Data excerpts:
──────────────────────────────
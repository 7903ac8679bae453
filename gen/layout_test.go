package gen

import (
	"fmt"
	"slices"
	"strings"
	"testing"
)

func TestLayoutUniform(t *testing.T) {
	// All 24 permutations of 4 qubits equally likely: chi-square with 23
	// degrees of freedom. Critical value chi2.isf(5e-7, 23) = 72.4834 from
	// SciPy (testdata/gen/reference.txt). Two checks (Example, rapid.Check)
	// at 5e-7 each: false failure ≤ 1e-6 per run.
	const crit = 72.4833615612303
	const n = 24 * 200
	example, checked := drawAll(t, Layout(4), n, 1)
	for name, sample := range map[string][][]int{"Example": example, "rapid.Check": checked} {
		counts := map[string]int{}
		for _, p := range sample {
			sorted := slices.Sorted(slices.Values(p))
			if !slices.Equal(sorted, []int{0, 1, 2, 3}) {
				t.Fatalf("Layout(4) drew %v, not a permutation of 0..3", p)
			}
			counts[fmt.Sprint(p)]++
		}
		want := float64(len(sample)) / 24
		chi2 := (24 - float64(len(counts))) * want // classes never drawn
		for _, c := range counts {
			chi2 += (float64(c) - want) * (float64(c) - want) / want
		}
		if chi2 > crit {
			t.Errorf("via %s: permutation counts give chi-square %.1f > %.1f", name, chi2, crit)
		}
	}
}

func TestLayoutShrinksTowardIdentity(t *testing.T) {
	got := shrunk(t, Layout(5), func(p []int) bool { return p[0] != 0 })
	if !slices.Equal(got, []int{1, 0, 2, 3, 4}) {
		t.Errorf("a layout that moves qubit 0 shrinks to %v, want the single swap [1 0 2 3 4]", got)
	}
	if got := Layout(0).Example(1); len(got) != 0 {
		t.Errorf("Layout(0) drew %v, want the empty placement", got)
	}
}

func TestShapeGraphs(t *testing.T) {
	// Elementary graph facts: a path on n vertices has n−1 edges and
	// distance |a−b|; a cycle has n edges and distance min(|a−b|, n−|a−b|);
	// a full r×c grid has r(c−1)+c(r−1) edges and Manhattan distances.
	abs := func(x int) int { return max(x, -x) }
	for _, n := range []int{1, 2, 3, 7} {
		line, ring := mustGraph(t, Line, n), mustGraph(t, Ring, n)
		if len(line.Edges) != max(n-1, 0) {
			t.Errorf("line of %d has %d edges", n, len(line.Edges))
		}
		wantRing := n
		if n < 3 {
			wantRing = max(n-1, 0)
		}
		if len(ring.Edges) != wantRing {
			t.Errorf("ring of %d has %d edges, want %d", n, len(ring.Edges), wantRing)
		}
		for a := range n {
			for b := range n {
				if d := line.Distance(a, b); d != abs(a-b) {
					t.Errorf("line of %d: distance(%d,%d) = %d", n, a, b, d)
				}
				if d := ring.Distance(a, b); n >= 3 && d != min(abs(a-b), n-abs(a-b)) {
					t.Errorf("ring of %d: distance(%d,%d) = %d", n, a, b, d)
				}
			}
		}
	}
	grid := mustGraph(t, Grid, 9) // 3×3
	if len(grid.Edges) != 12 {
		t.Errorf("3×3 grid has %d edges, want 12", len(grid.Edges))
	}
	for a := range 9 {
		for b := range 9 {
			if d := grid.Distance(a, b); d != abs(a/3-b/3)+abs(a%3-b%3) {
				t.Errorf("3×3 grid: distance(%d,%d) = %d", a, b, d)
			}
		}
	}
	// 7 qubits: a 3-wide grid with rows 0-1-2, 3-4-5 and 6: four horizontal
	// and four vertical edges; qubit 6 is coupled only to qubit 3 above it.
	g7 := mustGraph(t, Grid, 7)
	if !g7.Coupled(3, 6) || g7.Coupled(5, 6) || len(g7.Edges) != 4+4 {
		t.Errorf("7-qubit grid edges %v", g7.Edges)
	}
	if d := mustGraph(t, Line, 4).Distance(0, 9); d != -1 {
		t.Errorf("distance to a qubit outside the graph = %d, want −1", d)
	}
}

func mustGraph(t *testing.T, s Shape, n int) *Graph {
	t.Helper()
	g, err := s.Graph(n)
	if err != nil {
		t.Fatal(err)
	}
	return g
}

func TestShapeGraphErrors(t *testing.T) {
	if _, err := Line.Graph(-1); err == nil || !strings.Contains(err.Error(), "-1") {
		t.Errorf("Line.Graph(-1) error = %v, want one naming -1", err)
	}
	if _, err := Shape(7).Graph(3); err == nil || !strings.Contains(err.Error(), "Shape(7)") {
		t.Errorf("Shape(7).Graph error = %v, want one naming the shape", err)
	}
}

// distanceProfile returns the sorted degree sequence and the sorted list of
// all pairwise distances: equal for isomorphic graphs.
func distanceProfile(g *Graph) string {
	var degrees, dists []int
	for a := range g.Qubits {
		degrees = append(degrees, len(g.Neighbours(a)))
		for b := range g.Qubits {
			dists = append(dists, g.Distance(a, b))
		}
	}
	slices.Sort(degrees)
	slices.Sort(dists)
	return fmt.Sprint(degrees, dists)
}

func TestCouplingRelabels(t *testing.T) {
	for _, shape := range []Shape{Line, Ring, Grid} {
		base := mustGraph(t, shape, 8)
		relabelled := 0
		for seed := range 20 {
			g := Coupling(shape, 8).Example(seed)
			if distanceProfile(g) != distanceProfile(base) {
				t.Fatalf("%v: drawn graph %v is not a relabelled %v", shape, g.Edges, base.Edges)
			}
			if !slices.Equal(g.Edges, base.Edges) {
				relabelled++
			}
		}
		if relabelled == 0 {
			t.Errorf("%v: 20 draws all kept the reading-order labels", shape)
		}
	}
}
──────────────────────────────
Copy out each line of the entries where the word "Sprint" is found.

			counts[fmt.Sprint(p)]++
	return fmt.Sprint(degrees, dists)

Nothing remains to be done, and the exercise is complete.